How long does it take to develop a camera? I ask because it seems as though everyone, particularly Axis, has been slow to adapt to the Chinese invasion. Slashing prices on the M series a few months back helped, certainly, but selling old product to compete against brand new lower cost equipment is a poor defense. If it takes 18 months to bring a new product to market this makes sense but if it only takes 6 months like it seems to take Hik/Dahua the slow response has to be an uncharacteristic lack of ability to adapt.

If it takes 18 months to bring a new product to market...

Agreed. I think this time could be cut in half if Axis would just design the cameras and let Hik build them. ;)

It's hard to cry foul when somebody is showing your new camera at the same time you are...

"How long does it take to develop a camera? I ask because it seems as though everyone, particularly Axis, has been slow to adapt to the Chinese invasion. "

Great question / observation.

For Axis, I think it has zero to do with development time / resources. Axis releases really complicated high end new cameras every month, so getting new products out to deal with the low end of the M series is fairly easy.

I believe that it's a strategic decision so far not to do so, as Axis tends to be cautious / conservative about cutting prices or making their more profitable higher end cameras less attractive (i.e., if Axis releases a $150 integrated IR dome, what does that do their $500 to $800 ones?)

That said, the M3004 / M3005, still 2 of Axis most popular models, are more than 3 years old and really need to be replaced, even if Hikvision / Dahua did not exist but even more urgent with them in the market.

If Axis releases a $150 integrated IR dome, what does that do their $500 to $800 ones?)

Yes, but at least compete on price OR features, not neither. Put the integrated IR in your higher end cameras as well.

Axis already has more than a dozen integrated IR cameras, the problem is that the minimum price is $400+.

Axis already has more than a dozen integrated IR cameras...

Axis finally has more than a dozen integrated IR cameras...

Und 5's point I believe is, why did it take so long?

You may recall the unpalatable choice Axis was spared with in the proposed high-end fixed-dome shootout:

Either try to match pixels and forgo IR, or

Match IR but have a resolution of just 1.3MP!

S&P Gross Margins

I've been around a few businesses, and regardless of being a manufacturer or re-seller, 50% gross margin is common for real businesses with employees and a plan.

The link you provide cites an average gross margin of 38.82% for S&P500 stocks. That's your evidence for 50% gross margins.
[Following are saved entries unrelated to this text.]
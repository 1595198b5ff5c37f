"""The one door for what the window tells that belongs to no field: notes, warnings, bugs."""

from __future__ import annotations

import sys
import traceback
from collections.abc import Callable
from dataclasses import dataclass
from types import TracebackType

from PySide6.QtCore import QObject, Signal


@dataclass(frozen=True, slots=True)
class Message:
    """One sentence; `level` is 'note' or 'warning'."""

    level: str
    text: str


class Messages(QObject):
    """Passes messages on and keeps a record of them."""

    told = Signal(object)
    bug = Signal(str)
    """The text of an unexpected exception, with its traceback."""

    def __init__(self, parent: QObject | None = None) -> None:
        super().__init__(parent)
        self.record: list[Message] = []
        self._previous: Callable[..., object] | None = None

    def note(self, text: str) -> None:
        """Tell something that went well."""
        self._tell(Message("note", text))

    def warning(self, text: str) -> None:
        """Tell something that did not go as asked, with the way out."""
        self._tell(Message("warning", text))

    def unexpected(self, error: BaseException) -> None:
        """Report a fault of the program itself."""
        self.bug.emit("".join(traceback.format_exception(error)))

    def catch_uncaught(self) -> None:
        """Show exceptions that nothing handled instead of losing them on the terminal."""
        self._previous = sys.excepthook

        def hook(kind: type[BaseException], error: BaseException, tb: TracebackType | None) -> None:
            if self._previous is not None:
                self._previous(kind, error, tb)
            if not issubclass(kind, KeyboardInterrupt):
                self.unexpected(error)

        sys.excepthook = hook

    def release(self) -> None:
        """Put the earlier hook back."""
        if self._previous is not None:
            sys.excepthook = self._previous
            self._previous = None

    def _tell(self, message: Message) -> None:
        self.record.append(message)
        self.told.emit(message)
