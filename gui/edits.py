"""Edits of a case as pure functions: the old case in, the new case out."""

from __future__ import annotations

from collections.abc import Sequence

from gui.document import Document, replaced
from solver.project.model import Amount, Candidates, Case, Project, Quantity, Stream

AMBIENT_T = Quantity(value=25, unit="degC")
AMBIENT_p = Quantity(value=1, unit="bar")


def blank_project() -> Project:
    """What New opens: one case with one empty stream, ready to be typed in."""
    return Project(cases=(add_stream(Case()),))


# -- streams


def set_stream(case: Case, index: int, **changes: object) -> Case:
    """The case with some fields of one stream changed."""
    streams = list(case.streams)
    streams[index] = replaced(streams[index], **changes)
    return replaced(case, streams=tuple(streams))


def add_stream(case: Case) -> Case:
    """The case with one more stream, at the conditions of the last one."""
    taken = {s.name for s in case.streams}
    number = len(case.streams) + 1
    while f"Stream {number}" in taken:
        number += 1
    T, p = (case.streams[-1].T, case.streams[-1].p) if case.streams else (AMBIENT_T, AMBIENT_p)
    return replaced(case, streams=(*case.streams, Stream(name=f"Stream {number}", T=T, p=p)))


def remove_stream(case: Case, index: int) -> Case:
    """The case without one stream."""
    return replaced(case, streams=case.streams[:index] + case.streams[index + 1 :])


def move_stream(case: Case, index: int, step: int) -> Case:
    """The case with one stream moved up (-1) or down (1)."""
    return replaced(case, streams=_moved(case.streams, index, step))


# -- rows of a stream


def unit_of_next_row(stream: Stream) -> str:
    """The unit a new row starts with: that of the row before."""
    return stream.amounts[-1].unit if stream.amounts else "mol"


def set_amount(case: Case, stream: int, row: int, **changes: object) -> Case:
    """The case with one row changed; the row after the last one is made."""
    amounts = list(case.streams[stream].amounts)
    if row == len(amounts):
        unit = unit_of_next_row(case.streams[stream])
        amounts.append(Amount(species="", value="", unit=unit))
    amounts[row] = replaced(amounts[row], **changes)
    return set_stream(case, stream, amounts=tuple(amounts))


def put_amounts(case: Case, stream: int, row: int, new: Sequence[Amount]) -> Case:
    """The case with rows written over from `row` on, as a paste does."""
    old = case.streams[stream].amounts
    return set_stream(case, stream, amounts=(*old[:row], *new, *old[row + len(new) :]))


def insert_amount(case: Case, stream: int, row: int) -> Case:
    """The case with an empty row at `row`."""
    old = case.streams[stream].amounts
    unit = old[row].unit if row < len(old) else unit_of_next_row(case.streams[stream])
    blank = Amount(species="", value="", unit=unit)
    return set_stream(case, stream, amounts=(*old[:row], blank, *old[row:]))


def remove_amounts(case: Case, stream: int, rows: Sequence[int]) -> Case:
    """The case without some rows."""
    gone = set(rows)
    kept = tuple(a for i, a in enumerate(case.streams[stream].amounts) if i not in gone)
    return set_stream(case, stream, amounts=kept)


def move_amount(case: Case, stream: int, row: int, step: int) -> Case:
    """The case with one row moved up (-1) or down (1)."""
    return set_stream(case, stream, amounts=_moved(case.streams[stream].amounts, row, step))


# -- what is held


def set_value(case: Case, variable: str, quantity: Quantity | None) -> Case:
    """The case with a held value; None: as fed."""
    values = {k: v for k, v in case.fixed.values.items() if k != variable}
    if quantity is not None:
        values[variable] = quantity
    return replaced(case, fixed=replaced(case.fixed, values=values))


def set_fixed(case: Case, **changes: object) -> Case:
    """The case with another pair or heat."""
    return replaced(case, fixed=replaced(case.fixed, **changes))


# -- what may form


def set_candidates(case: Case, **changes: object) -> Case:
    """The case with another rule, elements or phases."""
    return replaced(case, candidates=replaced(case.candidates, **changes))


def allow(case: Case, key: str, by_rule: bool) -> Case:
    """The case in which `key` may form; `by_rule`: the rule names it already."""
    c: Candidates = case.candidates
    excluded = tuple(k for k in c.excluded if k != key)
    added = c.added if by_rule or key in c.added else (*c.added, key)
    return set_candidates(case, excluded=excluded, added=added)


def forbid(case: Case, key: str, by_rule: bool) -> Case:
    """The case in which `key` may not form; a species of the rule is listed as excluded."""
    c: Candidates = case.candidates
    added = tuple(k for k in c.added if k != key)
    excluded = (*c.excluded, key) if by_rule and key not in c.excluded else c.excluded
    return set_candidates(case, excluded=excluded, added=added)


# -- cases of a project


def add_case(document: Document) -> Document:
    """The document with one more, empty case, which is looked at."""
    return _with_new(document, add_stream(Case(name=_free_name(document, "Case"))))


def duplicate_case(document: Document) -> Document:
    """The document with a copy of the current case, which is looked at."""
    name = document.case.name
    return _with_new(document, replaced(document.case, name=_free_name(document, name)))


def rename_case(document: Document, name: str) -> Document:
    """The document with another name for the current case."""
    return document.with_case(replaced(document.case, name=name))


def delete_case(document: Document) -> Document:
    """The document without the current case; the last one is emptied instead."""
    cases = [c for i, c in enumerate(document.project.cases) if i != document.index]
    project = replaced(document.project, cases=tuple(cases) or (Case(),))
    return Document(project, min(document.index, len(project.cases) - 1))


def _with_new(document: Document, case: Case) -> Document:
    at = document.index + 1
    cases = document.project.cases
    project = replaced(document.project, cases=(*cases[:at], case, *cases[at:]))
    return Document(project, at)


def _free_name(document: Document, stem: str) -> str:
    taken = {c.name for c in document.project.cases}
    number = 2
    while f"{stem} {number}" in taken:
        number += 1
    return f"{stem} {number}"


def _moved(items: tuple, index: int, step: int) -> tuple:  # type: ignore[type-arg]
    to = index + step
    if not (0 <= index < len(items) and 0 <= to < len(items)):
        return items
    out = list(items)
    out[index], out[to] = out[to], out[index]
    return tuple(out)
Resellers very rarely get 50% gross margins. For example, Anixter's gross margins are ~22% and Anixter has repeatedly mention that their margins for security product re-sales are significantly lower. Integrators, on average, are not that much better. From our surveys, the average integrator product gross margin is ~26%.

Look at the tech sector 57% - who wants to be average?

Wholesale distribution is neither a manufacturer or a re-seller despite any claim otherwise.

The tech sector is filled with companies that either sell their own software, hardware or information/ads. These are inherently much higher gross margin businesses with much higher fixed costs.

Being a re-seller of video surveillance products is much different and, as the numbers above prove, getting 50% gross margins for re-selling video surveillance products is very uncommon statistically.

If you have collected data on security / video surveillance integrators that proves otherwise, please share.